1 — 08:30 — Moreau envelope based reformulation and algorithm for bilevel programs
Bilevel programming has emerged as a valuable tool for hyperparameter selection, a central concern in machine learning. In a recent study by Ye et al. (2023), a value function-based difference of convex algorithm was introduced to address bilevel programs. This approach proves powerful when dealing with scenarios where the lower-level problem exhibits convexity in both the upper-level and lower-level variables. In this work, we expand the range of applications, now requiring convexity only in the lower-level variables of the lower-level program. We present a new single-level difference of weakly convex reformulation based on the Moreau envelope of the lower-level problem. We further develop a sequentially convergent Inexact Proximal Difference of Weakly Convex Algorithm (iP-DwCA). Additionally, for scenarios where all problem functions are smooth, we develop a single-loop gradient-based algorithm.
2 — 09:00 — On first-order methods for stochastic bilevel optimization
We study first-order algorithms for solving Bilevel Optimization with access to stochastic gradient oracles. The problem has been extensively studied in recent years; the main technical challenge is to keep track of lower-level solutions in response to the changes in the upper-level variables. Subsequently, all existing approaches tie their analyses to a genie algorithm that knows lower-level solutions and, therefore, need not query any points far from them. We consider a dual question to such approaches: suppose we have an oracle, which we call y*-aware, that returns an estimate of the lower-level solution alongside the first-order gradient estimators locally unbiased within a reliable region. We study the complexity of finding stationary points with the proposed y*-aware oracle; we derive the matching upper and lower bounds on the iteration complexities with access to first-order y*-aware oracles without/with additional stochastic smoothness assumptions. Our upper bound result can be naturally extended to the standard unbiased oracles without the loss in the complexity, improving the best-known upper bounds by a polynomial factor. Furthermore, our upper bound suggests that the first-order methods are not necessarily slower than second-order methods under the fair stochastic smoothness comparison.
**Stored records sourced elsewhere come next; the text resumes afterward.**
// TestRootsAreCountedAsASearchCountsThem compares the number of roots with sign changes on a fine
// grid, in type II slabs where none, one and two occur.
func TestRootsAreCountedAsASearchCountsThem(t *testing.T) {
	rng := rand.New(rand.NewPCG(3, 6))
	var seen [3]int
	for range 1500 {
		s, nm, azimuth := wild(t, rng)
		p := at(t, s, nm)
		e := p.Emission(azimuth)
		sp, cp := math.Sincos(azimuth * deg)
		changes, near := 0, false
		last := math.NaN()
		for i := range 4000 {
			f, _ := p.mismatch(float64(i)/4001, sp, cp)
			if last*f < 0 {
				changes++
			}
			near = near || math.Abs(f) < 1e-2
			last = f
		}
		if changes != e.N {
			// A pair of roots closer than the grid is the solver's to see.
			if e.N == 2 && changes == 0 && e.Root[1].Signal.PolarDeg-e.Root[0].Signal.PolarDeg < 0.03 {
				continue
			}
			if e.N == 1 && changes == 0 && near {
				continue
			}
			t.Fatalf("%s cut %g tilt %g signal %g azimuth %g: %d roots, a search finds %d", s.Process, s.CutDeg, s.TiltDeg, nm, azimuth, e.N, changes)
		}
		seen[e.N]++
	}
	for n, k := range seen {
		if k < 20 {
			t.Errorf("%d slabs with %d roots; want some", k, n)
		}
	}
}

func TestATangentRootCountsOnce(t *testing.T) {
	s := slab(t)
	angles, err := s.CollinearDeg(810)
	if err != nil || len(angles) != 1 {
		t.Fatalf("%v %v", angles, err)
	}
	s.CutDeg = angles[0]
	p := at(t, s, 810)
	if e := p.Emission(40); e.N != 1 || e.Root[0].Signal.PolarDeg > 0.01 {
		t.Errorf("at the collinear angle: %+v; want one root on the axis", e)
	}
	s.CutDeg = angles[0] - 0.01
	p = at(t, s, 810)
	if e := p.Emission(40); e.N != 0 || e.Because() == "" {
		t.Errorf("below the collinear angle: %+v; want none, and why", e)
	}
	// Type II: turn the azimuth until two roots merge, halving the interval.
	s = slab(t)
	s.Process, s.CutDeg = EOE, 41
	p = at(t, s, 810)
	two, none := 180.0, 90.0
	if a, b := p.Emission(two).N, p.Emission(none).N; a != 2 || b != 0 {
		t.Fatalf("%d roots at 180 deg, %d at 90 deg; want 2 and 0", a, b)
	}
	for range 100 {
		if mid := (two + none) / 2; p.Emission(mid).N == 0 {
			none = mid
		} else {
			two = mid
		}
	}
	e := p.Emission(two)
	if e.N < 1 || (e.N == 2 && e.Root[1].Signal.PolarDeg-e.Root[0].Signal.PolarDeg > 1e-4) {
		t.Errorf("where the roots merge: %+v; want one, or two in one place", e)
	}
}

func TestATotallyReflectedIdlerIsReportedWithoutNaN(t *testing.T) {
	// Of unequal partners the redder leaves at the larger angle, until it no longer leaves.
	s := slab(t)
	s.Extrapolate = true
	for cut := 30.0; cut < 90; cut++ {
		for nm := 430.0; nm < 800; nm += 10 {
			s.CutDeg = cut
			p := at(t, s, nm)
			if e := p.Emission(0); e.N == 1 && e.Root[0].Idler.ReflectedBack {
				if d := e.Root[0].Idler; math.IsNaN(d.PolarDeg) || math.IsNaN(d.InternalDeg) || d.InternalDeg < 5 {
					t.Errorf("reflected idler %+v; want a direction inside and no NaN", d)
				}
				return
			}
		}
	}
	t.Error("no slab found whose idler is reflected")
}

func TestATotallyReflectedSignalIsReported(t *testing.T) {
	s := slab(t)
	s.Extrapolate = true
	for cut := 40.0; cut <= 90; cut += 2 {
		for nm := 810.0; nm < 2400; nm += 40 {
			s.CutDeg = cut
			p := at(t, s, nm)
			e := p.Emission(0)
			if !e.SignalReflected {
				continue
			}
			if e.N != 0 || e.Because() != "the signal is totally reflected at the exit face" {
				t.Errorf("%+v, because %q", e, e.Because())
			}
			// The closed triangle of wave vectors says the same: momentum along the face of more than
			// air can carry.
			along := (p.kpz*p.kpz + p.signal.kSq - p.idler.kSq) / (2 * p.kpz)
			if q := math.Sqrt(p.signal.kSq - along*along); q < p.signal.k0*(1-1e-6) {
				t.Errorf("cut %g signal %g: momentum along the face is %g of what air carries; want more than 1", cut, nm, q/p.signal.k0)
			}
			return
		}
	}
	t.Error("no slab found whose signal is reflected")
}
On the other hand, our lower bound implies that any approach that simulates y*-aware oracle must suffer the same lower bounds, and we propose the conjecture on the tightness of our results.
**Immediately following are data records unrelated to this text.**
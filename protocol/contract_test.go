package protocol_test

import (
	"bytes"
	"encoding/json"
	"fmt"
	"io/fs"
	"maps"
	"path"
	"reflect"
	"slices"
	"strings"
	"testing"
	"time"

	"github.com/santhosh-tekuri/jsonschema/v6"
	"gopkg.in/yaml.v3"

	"gemel/protocol"
	"gemel/protocol/unit"
)

func at(text string) protocol.Time {
	t, err := time.Parse(time.RFC3339Nano, text)
	if err != nil {
		panic(err)
	}
	return protocol.Time{Time: t}
}

func head(schema string) protocol.Head {
	return protocol.Head{Schema: schema, Bench: "skerry", Run: "20310203-0405-a", Sequence: 7, At: at("2031-02-03T04:05:06.5Z")}
}

func status() protocol.Status {
	return protocol.Status{
		Bench: "skerry", Version: "1.0.0", State: protocol.Holding, Causes: []protocol.Cause{protocol.ByGuard, protocol.ByOperator}, Reason: "pump power",
		Run: "20310203-0405-a", Title: "Ring", ReadingsAccepted: 3, ReadingsPlanned: 60, ReadingsSetAside: 1,
		TimeLeft: new(protocol.Seconds(90 * time.Second)), EndedAt: new(at("2031-02-03T04:05:06.5Z")), Queue: []protocol.RunID{"r2"}, Waiting: []protocol.WaitingRun{{Run: "r2", Title: "Peak"}}, Armed: true, Simulated: new(20), Behind: 4, Hand: "ann",
		HoldingSince: new(at("2031-02-03T04:05:06.5Z")), GivesUpAt: new(at("2031-02-03T16:05:06.5Z")), LooksAgain: new(protocol.Seconds(30 * time.Second)),
		BenchTrouble: "at rest: no answer", BenchTroubleAt: new(at("2031-02-03T04:05:06.5Z")), Unpublished: "no broker",
	}
}

func foreseen() protocol.Forecast {
	return protocol.Forecast{
		Schema: protocol.ForecastSchema, Bench: "skerry", Title: "Ring", Sentence: "1 point, 2 s.", BeginsAt: at("2031-02-03T04:05:06.5Z"), FinishesAt: at("2031-02-03T04:05:08.5Z"),
		Duration: protocol.Seconds(2 * time.Second), Counting: protocol.Seconds(2 * time.Second), Points: 1, Visits: 1, Uncertainty: new(0.004), Floor: new(0.003),
		Results: []protocol.ForecastResult{
			{Kind: "efficiency", Unit: "1", Value: new(0.55), Uncertainty: new(0.004), Counting: new(0.002), Floor: new(0.003), FloorFrom: []protocol.ForecastShare{{Quantity: "path", Contribution: 0.003}}, Because: []string{}},
			{Kind: "peak", FloorFrom: []protocol.ForecastShare{}, Because: []string{"no optics"}},
		},
		Aim: &protocol.ForecastAim{Text: "0.5 %", Wanted: 0.0035, Reachable: true, Dwell: new(protocol.Seconds(time.Second)), Heralds: new(uint64(7)), Beside: new(protocol.Seconds(time.Second)),
			BestShare: new(0.1), Share: new(0.2), Duration: new(protocol.Seconds(time.Minute)), Uncertainty: new(0.0035)},
		RatesFrom: "the model", RatesAt: 1, Interpolation: 0.001, OverheadFrom: "measured", Warnings: []string{"no emission"},
		PointList: []protocol.ForecastPoint{{
			Point:  protocol.Point{Point: 0, Axes: []protocol.AxisTarget{{Axis: "signal_arm", Target: unit.Degree}}, Settings: []protocol.SettingValue{{Name: "delay", Target: 1e-9, Unit: "s"}}, Empty: "closed"},
			Visits: 1, Gate: protocol.Seconds(2 * time.Second), Singles: map[string]float64{"signal": 20}, Coincidences: map[string]float64{"pairs": 2}, Accidentals: map[string]float64{"pairs": 0.1},
		}},
	}
}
3 — 09:30 — Relaxation methods for pessimistic bilevel optimization
When the lower-level optimal solution set-valued mapping of a bilevel optimization problem is not single-valued, we are faced with an ill-posed problem, which gives rise to the optimistic and pessimistic bilevel optimization problems, as tractable algorithmic frameworks. However, solving the pessimistic bilevel optimization problem is far more challenging than the optimistic one. Relaxation methods have appeared to be some of the most efficient techniques to solve the optimistic bilevel optimization problem in its Karush-Kuhn-Tucker (KKT) reformulation or the corresponding more general mathematical program with complementarity constraints. Inspired by this success, this work studies their potential in the context of the pessimistic bilevel optimization problems. To proceed, we consider the KKT reformulation of a pessimistic bilevel optimization problem, where all the functions involved are at least continuously differentiable, the lower-level problem is convex, and the Slater constraint qualification is satisfied. We then construct theoretical results ensuring that a sequence of global/local optimal solutions (resp. stationarity points) of the relaxations converges to the corresponding points for the KKT reformulation of the pessimistic bilevel optimization. The results are accompanied by some technical proofs ensuring that the relaxation algorithms are well-defined. In this talk, we will provide a brief overview of the results of this work, as well as some numerical results on the implementation of the algorithms.
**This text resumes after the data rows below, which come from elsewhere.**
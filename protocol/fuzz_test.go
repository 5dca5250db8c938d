package protocol_test

import (
	"bytes"
	"encoding/json"
	"testing"

	"gemel/protocol"
)

// FuzzBodies reads whatever may come as a message's body. What is taken is written as something that
// is read as the same, and each time in it sorts as text.
func FuzzBodies(f *testing.F) {
	for _, s := range []string{
		`{"schema":"gemel.event.v1","bench":"skerry","run":"r1","sequence":1,"at":"2031-02-03T04:05:06Z","kind":"ended","text":"done","state":"finished","causes":[],"detail":{"a":1e400}}`,
		`{"at":"9999-12-31T23:59:59.9999999999-23:59"}`, `{"at":"0000-01-01T00:00:00+23:59"}`, `{"at":null,"started_at":"2031-02-03T04:05:06.1+01:00"}`,
		`{"gate_s":0.0000000001,"gate_set_s":1e3}`, `{"gate_s":-9223372036.854775808}`, `{"gate_s":"1"}`, `{"counts":[{"channel":"a","counts":18446744073709551616}]}`, `{"angles":[{"before_deg":1e99,"after_deg":-0}]}`,
		`{"points":[{"point":0,"axes":[{"axis":"a","target_deg":0.000000001}]}],"stand":[]}`, `{"time_left_s":1,"ended_at":"2031-02-03T04:05:06Z","simulated":100}`, `{"expires_at":"now"}`, `{"act":"move","to_deg":359.999999999,"value":-1e308}`,
	} {
		f.Add([]byte(s))
	}
	f.Fuzz(func(t *testing.T, data []byte) {
		again[protocol.Reading](t, data)
		again[protocol.Event](t, data)
		again[protocol.Points](t, data)
		again[protocol.Beat](t, data)
		again[protocol.HandRequest](t, data)
		again[protocol.HandReply](t, data)
		again[protocol.QueueReply](t, data)
		var head struct {
			At protocol.Time `json:"at"`
		}
		if json.Unmarshal(data, &head) == nil && len(head.At.String()) != len("2031-02-03T04:05:06.000000000Z") {
			t.Errorf("%q has the time %s, which does not sort as text", data, head.At)
		}
	})
}

func again[T any](t *testing.T, data []byte) {
	t.Helper()
	var first, second T
	if json.Unmarshal(data, &first) != nil {
		return
	}
	a, err := json.Marshal(first)
	if err != nil {
		t.Errorf("%T of %q cannot be written: %v", first, data, err)
		return
	}
	if err := json.Unmarshal(a, &second); err != nil {
		t.Errorf("%T of %q is written as %s, and that is refused: %v", first, data, a, err)
		return
	}
	if b, err := json.Marshal(second); err != nil || !bytes.Equal(a, b) {
		t.Errorf("%T of %q is written as %s, and then as %s, %v", first, data, a, b, err)
	}
}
4 — 10:00 — Theoretical smoothing frameworks for general nonsmooth bilevel problems
The optimal value function approach provides a useful reformulation of the bilevel optimization problem, but its utility is often hindered by the nonsmoothness of the value function even in cases when the associated lower-level function is smooth. In this talk, we present two smoothing strategies for the value function associated with lower-level functions that are not necessarily smooth but are Lipschitz continuous. The first method employs a quadratic regularization approach for partially convex lower-level functions, while the second utilizes entropic regularization for general lower-level objective functions. Meanwhile, the property known as gradient consistency is crucial in ensuring that a designed smoothing algorithm is globally subsequentially convergent to stationary points of the equivalent reformulation of the bilevel problem. With this in mind, we show that the proposed smooth approximations satisfy the gradient consistent property under certain conditions on the lower-level function.